**This project is unit tested against 8.0, and merges are not accepted unless the tests pass.**

To install, simply require the package using composer:

```
composer require "samsara/fermat:^2.0"
```

Or include it in your `composer.json`

file:

```
{
"require": {
"samsara/fermat": "^2.0"
}
}
```

The project namespace is `Samsara\Fermat\*`

. You can view the project on Packagist.

Modules for Fermat provide additional functionality, as many of these features would be unused by most people. **NOTE:** Prior to v2.0, much of this functionality was included in this package:

- Algebra Expressions: Provides support for algebraic expressions such as polynomials and functions.
- Complex Numbers: Provides complex numbers and enables additional features in Decimal instances.
- Coordinate Systems: Provides coordinate systems for cartesian, spherical, polar, and cylindrical coordinates.
- Matrices & Vectors: Provides support for matrix math and vector math.
- Statistics: Provides support for statistical operations and distributions.

To require the entire library, including all available modules, use:

```
composer require samsara/fermat-all "^1.0"
```

Or in your `composer.json`

file:

```
{
"require": {
"samsara/fermat-all": "^1.0"
}
}
```

The `Samsara\Fermat\Numbers`

factory class provides a way to use the Value classes in Fermat without being as specific as those classes may require. Consider the following code:

```
<?php
use Samsara\Fermat\Numbers;
$five = Numbers::make(Numbers::IMMUTABLE, 5);
$ten = Numbers::make(Numbers::IMMUTABLE, '10');
echo $five->add($ten); // Prints: "15"
```

Note that the `make()`

method allows you to provide both an int and a string as the value.
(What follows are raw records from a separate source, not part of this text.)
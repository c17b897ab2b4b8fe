"""Limits and checks: FMVSS 116 boiling points, boiling at a water content, check statuses."""
from __future__ import annotations

import numpy as np
import pytest

from lapdata.units import KELVIN_AT_0C
from thermo.errors import ScenarioError
from thermo.limits import (
    FMVSS116_BOILING_POINTS_C, KEEN_1979_POINTS_PCT_C, KEEN_DECAY_PCT, KEEN_TOTAL_DROP_K, WET_WATER_CONTENT_PCT,
    CheckSpec, FluidSpec, Limits, boiling_drop_share, check_specs, evaluate_check, property_range_warnings, status_of,
)
from thermo.materials import get_material


@pytest.mark.parametrize("grade, dry_c, wet_c", [
    # 49 CFR 571.116 (FMVSS No. 116) S5.1.1 minimum dry ERBP and S5.1.2 minimum wet ERBP [degC]
    ("DOT 3", 205.0, 140.0),
    ("DOT 4", 230.0, 155.0),
    ("DOT 5", 260.0, 180.0),
    ("DOT 5.1", 260.0, 180.0),
])
def test_fmvss116_minimum_boiling_points(grade, dry_c, wet_c):
    assert FMVSS116_BOILING_POINTS_C[grade] == (dry_c, wet_c)
    fluid = FluidSpec.from_grade(grade)
    assert (fluid.dry_boiling_c, fluid.wet_boiling_c) == (dry_c, wet_c)


def test_grade_spellings_and_unknown_grade():
    assert FluidSpec.from_grade("dot4").name == "DOT 4"
    assert FluidSpec.from_grade("DOT 5.1").name == "DOT 5.1"
    with pytest.raises(ScenarioError, match="DOT 4"):
        FluidSpec.from_grade("DOT 44")


def test_wet_means_about_3_7_percent_water():
    # FMVSS 116 S7.2 humidification: the wet ERBP is taken at about 3.7 % water
    assert WET_WATER_CONTENT_PCT == 3.7


def test_keen_points_are_as_published():
    # Keen, "Vapour lock in car braking systems", TRRL Laboratory Report LR 903 (1979), abstract:
    # vapour lock point around 250 degC dry, around 180 degC at 1 % water, about 145 degC at 3 %
    assert KEEN_1979_POINTS_PCT_C == ((0.0, 250.0), (1.0, 180.0), (3.0, 145.0))


def test_exponential_through_keen_points_has_its_closed_form():
    # analytic solution: drops 70 K at 1 % and 105 K at 3 % give 1 + x + x^2 = 1.5, x = (sqrt(3) - 1) / 2,
    # so w0 = 1 / ln(1 + sqrt(3)) % water and A = 70 / (1 - x) = 140 / (3 - sqrt(3)) K
    assert KEEN_DECAY_PCT == pytest.approx(1.0 / np.log(1.0 + np.sqrt(3.0)), rel=1e-12)
    assert KEEN_TOTAL_DROP_K == pytest.approx(140.0 / (3.0 - np.sqrt(3.0)), rel=1e-12)


def test_scaled_curve_reproduces_keen_points():
    # a fluid with Keen's dry point (250 degC) and the curve's own 3.7 % point must give back
    # Keen (1979, TRRL LR 903): 180 degC at 1 % water and 145 degC at 3 %
    wet = 250.0 - KEEN_TOTAL_DROP_K * (1.0 - np.exp(-WET_WATER_CONTENT_PCT / KEEN_DECAY_PCT))
    fluid = FluidSpec("Keen 1979 fluid", 250.0, wet)
    assert fluid.boiling_at_water_c(1.0) == pytest.approx(180.0, abs=1e-9)
    assert fluid.boiling_at_water_c(3.0) == pytest.approx(145.0, abs=1e-9)
    # the share of the drop is independent of the scaling: 70 / 105 between 1 % and 3 % (Keen 1979)
    assert boiling_drop_share(1.0) / boiling_drop_share(3.0) == pytest.approx(70.0 / 105.0, rel=1e-12)


@pytest.mark.parametrize("grade", sorted(FMVSS116_BOILING_POINTS_C))
def test_curve_runs_from_dry_to_wet_falling_and_below_the_straight_line(grade):
    # FMVSS No. 116 (49 CFR 571.116) S5.1.1 dry and S5.1.2 wet ERBP at about 3.7 % water (S7.2)
    dry, wet = FMVSS116_BOILING_POINTS_C[grade]
    fluid = FluidSpec.from_grade(grade)
    assert fluid.boiling_at_water_c(0.0) == pytest.approx(dry, abs=1e-12)
    assert fluid.boiling_at_water_c(WET_WATER_CONTENT_PCT) == pytest.approx(wet, abs=1e-12)
    water = np.linspace(0.0, 10.0, 401)
    boiling = np.array([fluid.boiling_at_water_c(w) for w in water])
    assert np.all(np.diff(boiling) < 0)                      # falls with every added water
    # Keen (1979): "further increases have progressively less effect" -> below the straight line, the safe side
    inside = (water > 0.0) & (water < WET_WATER_CONTENT_PCT)
    straight = dry - (dry - wet) * water[inside] / WET_WATER_CONTENT_PCT
    assert np.all(boiling[inside] < straight)
    # beyond 3.7 % the fit flattens: at most 2.5 % of the dry-to-wet drop below wet (documented limitation)
    assert wet - 0.025 * (dry - wet) < boiling[-1] < wet


def test_dot4_at_one_percent_has_lost_about_two_thirds_of_its_drop():
    # Keen (1979): 70 of the 107.7 K fitted drop to 3.7 % comes in the first percent (0.650);
    # DOT 4 minimums of FMVSS 116 (230 / 155 degC) -> 230 - 75 x 0.650 = 181.3 degC
    fluid = FluidSpec.from_grade("DOT 4", water_content_pct=1.0)
    assert boiling_drop_share(1.0) == pytest.approx(0.650, abs=5e-4)
    assert fluid.boiling_at_water_c() == pytest.approx(230.0 - 75.0 * boiling_drop_share(1.0), rel=1e-12)
    assert fluid.boiling_at_water_c() == pytest.approx(181.3, abs=0.05)


def test_boiling_point_from_a_user_table_is_interpolated():
    # an invented maker's table (water %, degC) falling steeply over the first percent
    table = ((0.0, 312.0), (1.0, 260.0), (2.0, 235.0), (3.7, 204.0))
    fluid = FluidSpec("custom", 312.0, 204.0, 1.5, table, source="invented")
    assert fluid.boiling_at_water_c() == pytest.approx(247.5)       # halfway 260 -> 235
    assert fluid.boiling_at_water_c(0.5) == pytest.approx(286.0)
    assert fluid.boiling_at_water_c(5.0) == pytest.approx(204.0)    # held beyond the table
    with pytest.raises(ScenarioError, match="boiling_table"):
        FluidSpec("custom", 312.0, 204.0, 1.0, ((1.0, 260.0), (0.5, 280.0)))


def test_fluid_spec_rejects_bad_values():
    with pytest.raises(ScenarioError, match="wet_boiling_c"):
        FluidSpec("x", 200.0, 210.0)
    with pytest.raises(ScenarioError, match="water_content_pct"):
        FluidSpec("x", 230.0, 155.0, water_content_pct=-1.0)


@pytest.mark.parametrize("margin, band, status", [
    (25.0, 20.0, "ok"),
    (20.0, 20.0, "ok"),            # at the band edge: margin == band is no longer a caution
    (19.999, 20.0, "caution"),
    (0.0, 20.0, "caution"),        # at the limit itself: caution, not yet exceeded
    (-1e-9, 20.0, "exceeded"),
    (5.0, 0.0, "ok"),
])
def test_status_at_the_band_edges(margin, band, status):
    assert status_of(margin, band) == status


def test_evaluate_check_peak_time_margin_status():
    t = np.linspace(0.0, 100.0, 101)
    temps = 400.0 + 50.0 * np.exp(-((t - 63.0) / 10.0) ** 2)       # peak 450 K at 63 s
    spec = CheckSpec("fluid_boiling_dry", "fluid", 470.0, 20.0, "test")
    result = evaluate_check(spec, t, temps)
    assert result.peak_k == pytest.approx(450.0)
    assert result.peak_time_s == pytest.approx(63.0)
    assert result.margin_k == pytest.approx(20.0)
    assert result.status == "ok"
    assert evaluate_check(replace_limit(spec, 465.0), t, temps).status == "caution"
    assert evaluate_check(replace_limit(spec, 449.0), t, temps).status == "exceeded"


def replace_limit(spec, limit_k):
    return CheckSpec(spec.name, spec.node, limit_k, spec.caution_band_k, spec.source)


EXISTING_CHECKS = ("fluid_boiling_dry", "fluid_boiling_wet", "fluid_boiling_at_water_content", "bearing_grease",
                   "piston_seal", "caliper_body", "disc_max", "pad_max")


def test_check_specs_cover_fluid_bearing_seal_caliper_disc_pad():
    fluid = FluidSpec.from_grade("DOT 4", water_content_pct=1.85)
    specs = {s.name: s for s in check_specs(fluid, Limits(), disc_node="disc_surface")}
    assert tuple(specs) == EXISTING_CHECKS                         # names and order are users' JSON keys
    assert specs["fluid_boiling_dry"].limit_k == pytest.approx(230.0 + KELVIN_AT_0C)
    assert specs["fluid_boiling_wet"].limit_k == pytest.approx(155.0 + KELVIN_AT_0C)
    # Keen (1979, TRRL LR 903) curve scaled to DOT 4's FMVSS 116 points: 230 - 75 x share(1.85 %)
    at_water = 230.0 - 75.0 * boiling_drop_share(1.85)
    assert specs["fluid_boiling_at_water_content"].limit_k == pytest.approx(at_water + KELVIN_AT_0C)
    assert at_water < 192.5                                        # the straight line's value, unsafe side
    assert "Keen" in specs["fluid_boiling_at_water_content"].source
    assert "scaled to this fluid's dry and wet points" in specs["fluid_boiling_at_water_content"].source
    assert specs["disc_max"].node == "disc_surface"
    assert specs["piston_seal"].node == "piston_seal"
    # SAE J1603 tests EPDM seals at 175 degC in dry air (the default seal limit)
    assert specs["piston_seal"].limit_k == pytest.approx(175.0 + KELVIN_AT_0C)
    # bearing grease 150 degC with caution from 120 degC: common practice, no published source
    assert specs["bearing_grease"].limit_k == pytest.approx(150.0 + KELVIN_AT_0C)
    assert specs["bearing_grease"].caution_band_k == 30.0
    assert {s.node for s in specs.values()} == {"fluid", "bearing", "piston_seal", "caliper", "disc_surface", "pad"}


def test_user_table_source_names_the_table():
    fluid = FluidSpec("custom", 312.0, 204.0, 1.5, ((0.0, 312.0), (3.7, 204.0)), source="invented")
    specs = {s.name: s for s in check_specs(fluid, Limits())}
    assert specs["fluid_boiling_at_water_content"].source.endswith("user table, interpolated")


def test_fluid_checks_read_the_given_fluid_node():
    specs = check_specs(FluidSpec.from_grade("DOT 4"), Limits(), "disc_surface", fluid_node="fluid_at_piston")
    assert [s.node for s in specs[:3]] == ["fluid_at_piston"] * 3
    assert tuple(s.name for s in specs) == EXISTING_CHECKS


def test_material_checks_cover_nodes_no_other_check_watches():
    nodes = {"piston": get_material("titanium_6al_4v"), "caliper": get_material("aluminium_2618_t61"),
             "disc_surface": get_material("grey_cast_iron"), "pad": get_material("pad_sintered"),
             "backing_plate": get_material("steel_4340"), "fluid": get_material("brake_fluid_glycol"),
             "hub": get_material("aluminium_7075_t6")}
    specs = check_specs(FluidSpec.from_grade("DOT 4"), Limits(), "disc_surface", node_materials=nodes)
    names = [s.name for s in specs]
    assert tuple(names[:8]) == EXISTING_CHECKS
    # caliper, disc_surface and pad keep the user's limits; the fluid has no service limit (its boiling point governs)
    assert names[8:] == ["piston_material", "backing_plate_material", "hub_material"]
    piston = specs[8]
    assert piston.node == "piston"
    # Badea et al., U.P.B. Sci. Bull. B 76(1) 2014: industrial use of Ti-6Al-4V usually limited to 400 degC
    assert piston.limit_k == pytest.approx(400.0 + KELVIN_AT_0C)
    assert piston.caution_band_k == Limits().material_caution_band_k == 20.0
    assert piston.source.startswith("titanium_6al_4v service limit (") and "Badea" in piston.source
    assert {s.node for s in specs} >= {"piston", "backing_plate", "hub"}


def test_no_node_materials_changes_nothing():
    fluid, limits = FluidSpec.from_grade("DOT 3"), Limits()
    assert check_specs(fluid, limits, "disc") == check_specs(fluid, limits, "disc", node_materials={})


def test_property_range_warning_names_corner_node_peak_and_range():
    # grey iron property tables of materials.toml end at 800 degC; the 7075-T6 specific heat at 200 degC
    nodes = {"disc_surface": get_material("grey_cast_iron"), "pad": get_material("pad_organic"),
             "hub": get_material("aluminium_7075_t6"), "caliper": get_material("aluminium_2618_t61")}
    peaks = {"disc_surface": 850.0 + KELVIN_AT_0C, "pad": 900.0 + KELVIN_AT_0C,   # organic pad: one-row constants
             "hub": 210.0 + KELVIN_AT_0C, "caliper": 150.0 + KELVIN_AT_0C}       # caliper inside its data
    lines = property_range_warnings("front_left", nodes, peaks)
    assert len(lines) == 2
    assert lines[0].startswith("corner front_left: node disc_surface peaks at 850.0 degC")
    assert "grey_cast_iron (specific heat 20-800 degC, conductivity 20-800 degC)" in lines[0]
    assert lines[1].startswith("corner front_left: node hub peaks at 210.0 degC")
    assert "aluminium_7075_t6 (specific heat 20-200 degC)" in lines[1]
    assert all("\n" not in line for line in lines)
    assert property_range_warnings("front_left", nodes, {"disc_surface": 800.0 + KELVIN_AT_0C}) == []


def test_limits_reject_negative_bands():
    with pytest.raises(ScenarioError, match="bearing_caution_band_k"):
        Limits(bearing_caution_band_k=-1.0)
In fact, it also allows you to provide a float. The first argument is the specific class that will be used for the value, the second argument is the value itself. The third and fourth arguments are optional and represent the scale (in number of decimal places) and the base of the number respectively. The scale and base arguments will only accept integer values.

If you do not specify a scale value, and you are using the default values, it automatically has a scale of either 10, or the string length of the input value, whichever is greater.

Here is an example of using the factory method to make a value that is in a base other than base10:

```
<?php
use Samsara\Fermat\Numbers;
$five = Numbers::make(Numbers::IMMUTABLE, '10', null, 5); // Value in base5
$ten = Numbers::make(Numbers::IMMUTABLE, '10'); // Value in base10
echo $ten->add($five); // Prints: "15" (The sum in base10)
echo $five->add($ten); // Prints: "30" (The sum in base5)
```

You can also use a `Fraction`

and `Number`

together:

```
<?php
use Samsara\Fermat\Values\ImmutableDecimal;
use Samsara\Fermat\Values\ImmutableFraction;
$five = new ImmutableDecimal(5);
$oneQuarter = new ImmutableFraction(1, 4);
echo $five->add($oneQuarter); // Prints: "5.25"
// The asDecimal() method is called on $oneQuarter
echo $oneQuarter->add($five); // Prints: "21/4"
// Calls getValue() on $five and instantiates a new ImmutableFraction
```

You can read the full documentation for Fermat here.

Please ensure that pull requests meet the following guidelines:

- New files created in the pull request must have a corresponding unit test file, or must be covered within an existing test file.
- Your merge may not drop the project's test coverage below 70%.
- Your merge may not drop the project's test coverage by MORE than 5%.
- Your merge must pass Scrutinizer-CI build tests for PHP 8.X.